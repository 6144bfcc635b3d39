// Package solids gives the solids of one version of a floor as chains with the
// solid on their left: raster cells, the closed border, vector solids, closed zones.
//
// raster.go holds the cells and fills gaps, trace.go follows their outline, simplify.go
// takes its teeth away.
package solids

import (
	"hash/fnv"
	"slices"

	"example.com/wideberth/mapstore/floor"
	"example.com/wideberth/mapstore/geom"
)

// Solid is one solid: closed chains with its inside on the left, all grown by GrowUm.
// A chain of one point is a disc's middle, one of two points a segment with round
// ends, there and back.
type Solid struct {
	Chains [][]geom.Point
	GrowUm float64
	Zone   bool    // a closed zone
	Area   bool    // the chains have an inside
	Raster *Raster // cells and the closed border, in one Solid
	Key    uint32  // differs from solid to solid, as a rule; of the name alone
}

// Simplification says what may be added to the raster.
type Simplification struct {
	GapCells int     // see Raster.FillGaps
	NotchUm  float64 // see Simplify; 0: none
}

// MaxCorners is how many turns of the raster's outline Of follows.
const MaxCorners = 4_000_000

// Of collects the solids of m, closed zones too when zones is set. The raster comes
// first, simplified, then features by name. ok is false beyond MaxCorners. Time is linear
// in the cells' bits and in the outlines.
func Of(m *floor.Map, zones bool, simple Simplification) (out []Solid, ok bool) {
	r := ReadRaster(m)
	r.FillGaps(simple.GapCells)
	if r.turns() > MaxCorners {
		return nil, false
	}
	loops := r.Trace()
	if simple.NotchUm > 0 {
		for i := range loops {
			loops[i] = Simplify(loops[i], simple.NotchUm)
		}
	}
	out = append(out, Solid{Chains: loops, Area: true, Raster: r})
	for f := range m.Features() {
		if f.Kind == floor.Solid || zones && f.Kind == floor.ClosedZone {
			out = appendFeature(out, f)
		}
	}
	return out, true
}

// appendFeature adds a feature's solids: each segment of a polyline is one of its own.
func appendFeature(out []Solid, f *floor.Feature) []Solid {
	h := fnv.New32a()
	h.Write([]byte(f.Name))
	s := Solid{GrowUm: f.Shape.Grow, Zone: f.Kind == floor.ClosedZone, Key: h.Sum32()}
	switch f.Shape.Kind {
	case floor.Polygon:
		s.Area = true
		for i, c := range f.Shape.Chains {
			c = slices.Clone(c)
			if (geom.Ring(c).SignedArea() > 0) != (i == 0) {
				slices.Reverse(c)
			}
			s.Chains = append(s.Chains, c)
		}
		return append(out, s)
	case floor.Disc:
		s.Chains = [][]geom.Point{f.Shape.Chains[0][:1]}
		return append(out, s)
	}
	key := s.Key
	for i, c := 1, f.Shape.Chains[0]; i < len(c); i++ {
		if c[i-1] == c[i] && len(c) > 2 {
			continue
		}
		s.Key = (key + uint32(i)) * 2654435761 // Fibonacci hashing, Knuth 1973
		s.Chains = [][]geom.Point{c[i-1 : i+1]}
		if c[i-1] == c[i] {
			s.Chains = [][]geom.Point{c[i : i+1]}
		}
		out = append(out, s)
	}
	return out
}
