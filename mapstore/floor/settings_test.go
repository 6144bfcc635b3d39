package floor

import (
	"math"
	"testing"

	"pgregory.net/rapid"

	"example.com/wideberth/mapstore/geom"
)

// hall is a floor of 400 by 300 cells of 0.05 m: 20 m by 15 m.
var hall = Settings{ResolutionUm: 50_000, Columns: 400, Rows: 300, CapUm: 5_000_000}

func TestValidateNamesEveryFault(t *testing.T) {
	for _, c := range []struct {
		name   string
		change func(*Settings)
		want   string
	}{
		{"fine", func(*Settings) {}, ""},
		{"the largest", func(s *Settings) {
			*s = Settings{ResolutionUm: MaxResolutionUm, Columns: 65_536, Rows: 4096, OriginX: MaxOriginUm, OriginY: -MaxOriginUm, CapUm: 2_500_000_000, Initial: Unknown}
		}, ""},
		{"the smallest", func(s *Settings) { *s = Settings{ResolutionUm: 1000, Columns: 1, Rows: 1, CapUm: 1000} }, ""},
		{"all at once", func(s *Settings) {
			*s = Settings{ResolutionUm: 999, Columns: 0, Rows: 65_537, OriginX: MaxOriginUm + 1, OriginY: math.MinInt64, CapUm: 0, Initial: 3}
		}, "resolution_m: 0.000999 m, wanted 0.001 m to 10 m; columns: 0, wanted 1 to 65536; rows: 65537, wanted 1 to 65536; " +
			"origin.x_m: 1000000000.000001 m, wanted -1000000000 m to 1000000000 m; " +
			"origin.y_m: -9223372036854.775808 m, wanted -1000000000 m to 1000000000 m; " +
			"initial_occupancy: 3, wanted free, occupied or unknown"},
		{"too many cells", func(s *Settings) { s.Columns, s.Rows = 65_536, 4097 }, "columns: 65536 columns of 4097 rows are 268500992 cells, wanted at most 268435456"},
		{"cap below a cell", func(s *Settings) { s.CapUm = 49_999 }, "clearance_cap_m: 0.049999 m, wanted 0.05 m to 12.5 m (1 to 250 cells)"},
		{"cap above 250 cells", func(s *Settings) { s.CapUm = 12_500_001 }, "clearance_cap_m: 12.500001 m, wanted 0.05 m to 12.5 m (1 to 250 cells)"},
	} {
		s := hall
		c.change(&s)
		got := ""
		if err := s.Validate(); err != nil {
			got = err.Error()
		}
		if got != c.want {
			t.Errorf("%s:\n got %s\nwant %s", c.name, got, c.want)
		}
		if m, err := New(s); (err == nil) != (c.want == "") || (m == nil) != (err != nil) {
			t.Errorf("%s: New gave %v, %v", c.name, m, err)
		}
	}
}

// Everything on the largest floor at the farthest origin stays below 2^53.
func TestCoordinatesStayExact(t *testing.T) {
	s := Settings{ResolutionUm: MaxResolutionUm, Columns: 65_536, Rows: 4096, OriginX: MaxOriginUm, OriginY: MaxOriginUm, CapUm: MaxResolutionUm}
	b := s.Bounds().Grow(MaxRadiusUm + MaxToleranceUm)
	if b.Max.X >= 1<<53 || b.Max.X+1 == b.Max.X || int64(s.Bounds().Max.X) != MaxOriginUm+65_536*MaxResolutionUm {
		t.Errorf("bounds %v", b)
	}
}

// The three ways from places to cells, against the definition for each cell.
//
//	   |  a  |  b  |     a point on the line belongs to b,
//	---+-----+-----+--   touches a and b,
//	                     meets the open square of neither
func TestPlacesToCells(t *testing.T) {
	rapid.Check(t, func(t *rapid.T) {
		s := drawSettings().Draw(t, "settings")
		s.Columns, s.Rows = min(s.Columns, 12), min(s.Rows, 12)
		p := rapid.OneOf(drawPoint(s), rapid.Custom(func(t *rapid.T) geom.Point {
			q := drawPoint(s).Draw(t, "on floor")
			d := rapid.Float64Range(-2, 2)
			return geom.Point{X: q.X + d.Draw(t, "dx")*float64(s.ResolutionUm), Y: q.Y + d.Draw(t, "dy")*float64(s.ResolutionUm)}
		}))
		a, b := p.Draw(t, "a"), p.Draw(t, "b")
		r := geom.BoundsOf(a, b)
		open, closed := CellRect{}, CellRect{}
		var holds []CellRect
		for row := range s.Rows {
			for col := range s.Columns {
				cell := CellRect{col, row, col + 1, row + 1}
				sq := s.CellBounds(cell)
				if sq.Intersects(r) {
					closed = closed.Union(cell)
				}
				if sq.Min.X < r.Max.X && r.Min.X < sq.Max.X && sq.Min.Y < r.Max.Y && r.Min.Y < sq.Max.Y {
					open = open.Union(cell)
				}
				if sq.Contains(a) {
					holds = append(holds, cell)
				}
			}
		}
		if got := s.CellRectOf(r); got != open {
			t.Fatalf("CellRectOf(%v) = %v, cell by cell %v", r, got, open)
		}
		if got := s.TouchedCells(r); got != closed {
			t.Fatalf("TouchedCells(%v) = %v, cell by cell %v", r, got, closed)
		}
		col, row, ok := s.CellAt(a)
		if ok != (len(holds) > 0) || ok && holds[len(holds)-1] != (CellRect{col, row, col + 1, row + 1}) {
			t.Fatalf("CellAt(%v) = %d, %d, %v, cells that hold it: %v", a, col, row, ok, holds)
		}
	})
}

func TestMetresAreWrittenExactly(t *testing.T) {
	for um, want := range map[int64]string{0: "0 m", 1: "0.000001 m", -50_000: "-0.05 m", 12_500_000: "12.5 m", math.MinInt64: "-9223372036854.775808 m"} {
		if got := metres(um); got != want {
			t.Errorf("%d: %s, wanted %s", um, got, want)
		}
	}
}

Task goal
Copy out, exactly and alone, the lines of the entries above between the ones holding "slices.Reverse(c)" and "65_537, OriginX: MaxOriginUm", inclusive.

Answer area
				slices.Reverse(c)
			}
			s.Chains = append(s.Chains, c)
		}
		return append(out, s)
	case floor.Disc:
		s.Chains = [][]geom.Point{f.Shape.Chains[0][:1]}
		return append(out, s)
	}
	key := s.Key
	for i, c := 1, f.Shape.Chains[0]; i < len(c); i++ {
		if c[i-1] == c[i] && len(c) > 2 {
			continue
		}
		s.Key = (key + uint32(i)) * 2654435761 // Fibonacci hashing, Knuth 1973
		s.Chains = [][]geom.Point{c[i-1 : i+1]}
		if c[i-1] == c[i] {
			s.Chains = [][]geom.Point{c[i : i+1]}
		}
		out = append(out, s)
	}
	return out
}
filename mapstore/floor/settings_test.go
repository 6144bfcc635b3d39
package floor

import (
	"math"
	"testing"

	"pgregory.net/rapid"

	"example.com/wideberth/mapstore/geom"
)

// hall is a floor of 400 by 300 cells of 0.05 m: 20 m by 15 m.
var hall = Settings{ResolutionUm: 50_000, Columns: 400, Rows: 300, CapUm: 5_000_000}

func TestValidateNamesEveryFault(t *testing.T) {
	for _, c := range []struct {
		name   string
		change func(*Settings)
		want   string
	}{
		{"fine", func(*Settings) {}, ""},
		{"the largest", func(s *Settings) {
			*s = Settings{ResolutionUm: MaxResolutionUm, Columns: 65_536, Rows: 4096, OriginX: MaxOriginUm, OriginY: -MaxOriginUm, CapUm: 2_500_000_000, Initial: Unknown}
		}, ""},
		{"the smallest", func(s *Settings) { *s = Settings{ResolutionUm: 1000, Columns: 1, Rows: 1, CapUm: 1000} }, ""},
		{"all at once", func(s *Settings) {
			*s = Settings{ResolutionUm: 999, Columns: 0, Rows: 65_537, OriginX: MaxOriginUm + 1, OriginY: math.MinInt64, CapUm: 0, Initial: 3}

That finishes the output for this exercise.